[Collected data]

□ □ □ □

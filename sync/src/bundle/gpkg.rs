//! `bundle.gpkg`: an OGC GeoPackage 1.3 (application_id "GPKG", user_version
//! 10300) written with rusqlite into a temporary file. It holds the required
//! tables and `gpkg_spatial_ref_sys` rows, an `events` MULTIPOLYGON layer and
//! a `points` POINT layer (EPSG:4326) with the properties of
//! `events.geojson`/`points.geojson`, GeoPackageBinary blobs (header plus
//! little-endian ISO WKB), and the R-tree spatial index extension with the
//! 1.2.1–1.3 trigger set. Features and index rows are inserted first, the
//! triggers last, because plain SQLite lacks the `ST_*` functions the
//! triggers call (formats-and-crates.md §1.7). Journal mode DELETE, VACUUMed.

use std::path::Path;

use chrono::{DateTime, Utc};
use geo::{LineString, MultiPolygon, Point};
use rusqlite::types::Value;
use rusqlite::{Connection, params, params_from_iter};

use super::types::{BundleEvent, ControlPoint, StartPoint};
use crate::SyncError;

/// GeoPackage `application_id`: "GPKG" = 0x47504B47 (OGC 12-128r18 Req 2).
pub const GPKG_APPLICATION_ID: i32 = 0x4750_4B47;
/// GeoPackage `user_version` for 1.3.0 (formats-and-crates.md §1.1: GDAL 3.6 warns on 10400).
pub const GPKG_USER_VERSION: i32 = 10300;
/// Feature layer of event footprints.
pub const EVENTS_LAYER: &str = "events";
/// Feature layer of centroids, control points and the start point.
pub const POINTS_LAYER: &str = "points";

/// WGS 84 definition as GDAL 3.6.2 writes it (formats-and-crates.md §1.3).
const WGS84_WKT: &str = "GEOGCS[\"WGS 84\",DATUM[\"WGS_1984\",SPHEROID[\"WGS 84\",6378137,298.257223563,AUTHORITY[\"EPSG\",\"7030\"]],AUTHORITY[\"EPSG\",\"6326\"]],PRIMEM[\"Greenwich\",0,AUTHORITY[\"EPSG\",\"8901\"]],UNIT[\"degree\",0.0174532925199433,AUTHORITY[\"EPSG\",\"9122\"]],AXIS[\"Latitude\",NORTH],AXIS[\"Longitude\",EAST],AUTHORITY[\"EPSG\",\"4326\"]]";

/// Bounding box `[minx, maxx, miny, maxy]` (the GeoPackage envelope order).
type Envelope = [f64; 4];

fn envelope_of(points: impl Iterator<Item = (f64, f64)>) -> Option<Envelope> {
    points.fold(None, |acc, (x, y)| {
        Some(match acc {
            None => [x, x, y, y],
            Some([a, b, c, d]) => [a.min(x), b.max(x), c.min(y), d.max(y)],
        })
    })
}

fn multipolygon_envelope(mp: &MultiPolygon<f64>) -> Option<Envelope> {
    envelope_of(
        mp.0.iter()
            .flat_map(|p| p.exterior().0.iter().map(|c| (c.x, c.y))),
    )
}

fn union(a: Option<Envelope>, b: Option<Envelope>) -> Option<Envelope> {
    match (a, b) {
        (Some(a), Some(b)) => Some([
            a[0].min(b[0]),
            a[1].max(b[1]),
            a[2].min(b[2]),
            a[3].max(b[3]),
        ]),
        (a, None) => a,
        (None, b) => b,
    }
}

/// GeoPackageBinary header (OGC 12-128r18 §2.1.3.1.1): magic "GP", version 0,
/// flags (bit 0 = little-endian, bits 1-3 = envelope code), srs_id, envelope.
fn gpb_header(srs_id: i32, envelope: Option<Envelope>) -> Vec<u8> {
    let mut out = vec![0x47, 0x50, 0x00];
    let flags: u8 = match envelope {
        Some(_) => 0b0000_0011, // LE, envelope code 1 ([minx, maxx, miny, maxy])
        None => 0b0000_0001,    // LE, no envelope
    };
    out.push(flags);
    out.extend_from_slice(&srs_id.to_le_bytes());
    for v in envelope.iter().flatten() {
        out.extend_from_slice(&v.to_le_bytes());
    }
    out
}

fn wkb_ring(out: &mut Vec<u8>, ring: &LineString<f64>) {
    out.extend_from_slice(&(ring.0.len() as u32).to_le_bytes());
    for c in &ring.0 {
        out.extend_from_slice(&c.x.to_le_bytes());
        out.extend_from_slice(&c.y.to_le_bytes());
    }
}

/// GeoPackageBinary of a point, without envelope (as GDAL 3.6.2 writes points).
pub fn gpb_point(p: Point<f64>, srs_id: i32) -> Vec<u8> {
    let mut out = gpb_header(srs_id, None);
    out.push(1); // little-endian WKB
    out.extend_from_slice(&1u32.to_le_bytes()); // wkbPoint
    out.extend_from_slice(&p.x().to_le_bytes());
    out.extend_from_slice(&p.y().to_le_bytes());
    out
}

/// GeoPackageBinary of a multipolygon with an xy envelope.
pub fn gpb_multipolygon(mp: &MultiPolygon<f64>, srs_id: i32) -> Vec<u8> {
    let mut out = gpb_header(srs_id, multipolygon_envelope(mp));
    out.push(1);
    out.extend_from_slice(&6u32.to_le_bytes()); // wkbMultiPolygon
    out.extend_from_slice(&(mp.0.len() as u32).to_le_bytes());
    for poly in &mp.0 {
        out.push(1);
        out.extend_from_slice(&3u32.to_le_bytes()); // wkbPolygon
        out.extend_from_slice(&((1 + poly.interiors().len()) as u32).to_le_bytes());
        wkb_ring(&mut out, poly.exterior());
        for hole in poly.interiors() {
            wkb_ring(&mut out, hole);
        }
    }
    out
}

/// The property columns shared by both layers (GeoPackage column types, Req 5).
const EVENT_COLUMNS: &str = "\"code\" TEXT, \"event_id\" INTEGER, \"area_ha\" DOUBLE, \
    \"first_detected\" DATE, \"last_detected\" DATE, \"sources\" TEXT, \"confidence\" TEXT, \
    \"confidence_level\" TEXT, \"corroborated\" BOOLEAN, \"priority\" DOUBLE, \"visit_order\" INTEGER, \
    \"inclusion_probability\" DOUBLE, \"stratum\" TEXT";

/// How many columns [`EVENT_COLUMNS`] names.
const EVENT_COLUMN_COUNT: usize = 13;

□ □ □ □

*Requirement:* Please give an exact copy of the entries above, from the line with "GeoPackageBinary header (OGC" down to the line with "let flags: u8", inclusive, and nothing else.

*Answer to this problem:*
/// GeoPackageBinary header (OGC 12-128r18 §2.1.3.1.1): magic "GP", version 0,
/// flags (bit 0 = little-endian, bits 1-3 = envelope code), srs_id, envelope.
fn gpb_header(srs_id: i32, envelope: Option<Envelope>) -> Vec<u8> {
    let mut out = vec![0x47, 0x50, 0x00];
    let flags: u8 = match envelope {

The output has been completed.